AmericanRedCross / street-view-green-view

BSD 3-Clause "New" or "Revised" License
15 stars 15 forks source link

geospatial data storage format #16

Closed danbjoseph closed 7 months ago

danbjoseph commented 7 months ago

The process starts with generating a collection of geographic points and then adds additional attributes such as the filename of associated image(s) and GVI score(s). Is shapefile the best format to use for manipulating and storing our data?

However, I also wonder if any problems with the geospatial file format will occur well after other issues (for example, saving an image for each point to disk)?

jayqi commented 7 months ago

The way that create_points.py is currently implemented, it works with any of the standard vector formats like Shapefiles, GeoJSON, or Geopackage on both the input side and the output side (they can be the same or they can be different). We use geopandas to read and write the files, and geopandas supports these all equivalently.

I think we should continue to write our code that way (e.g., the step that reads in the points to download images should also use geopandas and accept any of vector data formats) as this flexibility has no real cost to us and seems nice to have.

Perhaps a different question we want to answer is: Should this project adopt a particular vector data format as a convention? That means that we would standardize on using a particular format on files we control, even if the implementation would work with other formats. I think this seems reasonable. I don't do enough GIS data work to have a strong opinion on this. Geopackage is as good as any.

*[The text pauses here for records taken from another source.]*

package eigencheck.oracle.series;

import java.util.ArrayList;
import java.util.List;

/**
 * Adaptive piecewise Chebyshev interpolation of a family of functions f_m(x), m = 0..M-1, on
 * [a, b] with one panel structure for all: a panel is accepted when, at some degree up to
 * {@link #MAX_POINTS} - 1, the last three coefficients of every member fall below
 * {@code relTol} times the family's scale; otherwise it is halved. A panel narrower than
 * {@code minWidth} that still does not converge is kept and marked unresolved (a jump or a kink
 * inside it); its width and the family's scale there bound what it can hide.
 *
 * <p>The acceptance test is the usual one for Chebyshev interpolants (Trefethen, <i>Approximation
 * Theory and Approximation Practice</i>, SIAM, 2013, ch. 3-4: coefficients of a smooth function
 * decay geometrically, and the sum of the discarded ones estimates the error). It is an estimate,
 * not a proof; the solver checks it again at random points and reports the measured difference.
 */
final class PiecewiseFit {
    static final int MAX_POINTS = 129;
    private static final int[] POINTS = {9, 17, 33, 65, 129};

    /** A family of functions of x evaluated together. */
    interface Family {
        int size();

        /** Writes f_m(x) for all m into out. */
        void values(double x, double[] out);
    }

    /** One accepted panel: coefficients per member, trimmed to a common length. */
    record Panel(double a, double b, double[][] coefficients, boolean resolved, double tail) {
    }

    private final Family family;
    private final double relTol;
    private final double minWidth;
    private final double scale;
    final List<Panel> panels = new ArrayList<>();
    double maxTail;
    double unresolvedWidth;

    private PiecewiseFit(Family family, double scale, double relTol, double minWidth) {
        this.family = family;
        this.scale = scale;
        this.relTol = relTol;
        this.minWidth = minWidth;
    }

    /**
     * Fits the family on [a, b].
     *
     * @param scale magnitude the tolerance is relative to (the family's sup, or larger)
     * @throws NonFiniteException if a sample is NaN or infinite
     */
    static PiecewiseFit fit(Family family, double a, double b, double scale, double relTol, double minWidth) {
        PiecewiseFit f = new PiecewiseFit(family, scale > 0 ? scale : 1, relTol, minWidth);
        f.split(a, b);
        return f;
    }

    /** A sample that is NaN or infinite, with where it was taken. */
    static final class NonFiniteException extends RuntimeException {
        final double x;
        final int member;
        final double value;

        NonFiniteException(double x, int member, double value) {
            super("value " + value + " at x = " + x);
            this.x = x;
            this.member = member;
            this.value = value;
        }
    }

    private void split(double a, double b) {
        int m = family.size();
        double[] buffer = new double[m];
        double[][] coef = null;
        for (int n : POINTS) {
            double[] nodes = Chebyshev.nodes(a, b, n);
            double[][] values = new double[m][n];
            for (int j = 0; j < n; j++) {
                family.values(nodes[j], buffer);
                for (int i = 0; i < m; i++) {
                    double v = buffer[i];
                    if (!Double.isFinite(v)) {
                        throw new NonFiniteException(nodes[j], i, v);
                    }
                    values[i][j] = v;
                }
            }
            coef = new double[m][];
            double tail = 0;
            for (int i = 0; i < m; i++) {
                coef[i] = Chebyshev.fromValues(values[i]);
                tail = Math.max(tail, tail(coef[i]));
            }
            if (tail <= relTol * scale) {
                accept(a, b, coef, true, tail);
                return;
            }
        }
        if (b - a > minWidth) {
            double mid = 0.5 * (a + b);
            split(a, mid);
            split(mid, b);
        } else {
            accept(a, b, coef, false, scale);
            unresolvedWidth += b - a;
        }
    }

    private static double tail(double[] c) {
        int n = c.length;
        double t = 0;
        for (int k = Math.max(0, n - 3); k < n; k++) {
            t = Math.max(t, Math.abs(c[k]));
        }
        return t;
    }

    private void accept(double a, double b, double[][] coef, boolean resolved, double tail) {
        // trim trailing coefficients that are below the rounding level of the scale
        int keep = 1;
        for (double[] c : coef) {
            for (int k = c.length - 1; k >= keep; k--) {
                if (Math.abs(c[k]) > 1e-17 * scale) {
                    keep = Math.max(keep, k + 1);
                    break;
                }
            }
        }
        double[][] trimmed = new double[coef.length][];
        for (int i = 0; i < coef.length; i++) {
            trimmed[i] = Chebyshev.resize(coef[i], keep);
        }
        panels.add(new Panel(a, b, trimmed, resolved, tail));
        if (resolved) {
            maxTail = Math.max(maxTail, tail);
        }
    }
}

Regarding if we should just save the points as CSV files—my inclination here is to keep these in a vector data format instead. This simplifies use cases like plotting the locations, or opening up the files in a desktop app like QGIS.

danbjoseph commented 7 months ago

Oh yeah, for the initial input, if it's flexible in the format that's great. For the output file that is passed between steps, I think GeoPackage might be the better choice. QGIS can open a CSV of points the same as any other file format, but I think there may be performance benefits from the GeoPackage with large collections of points.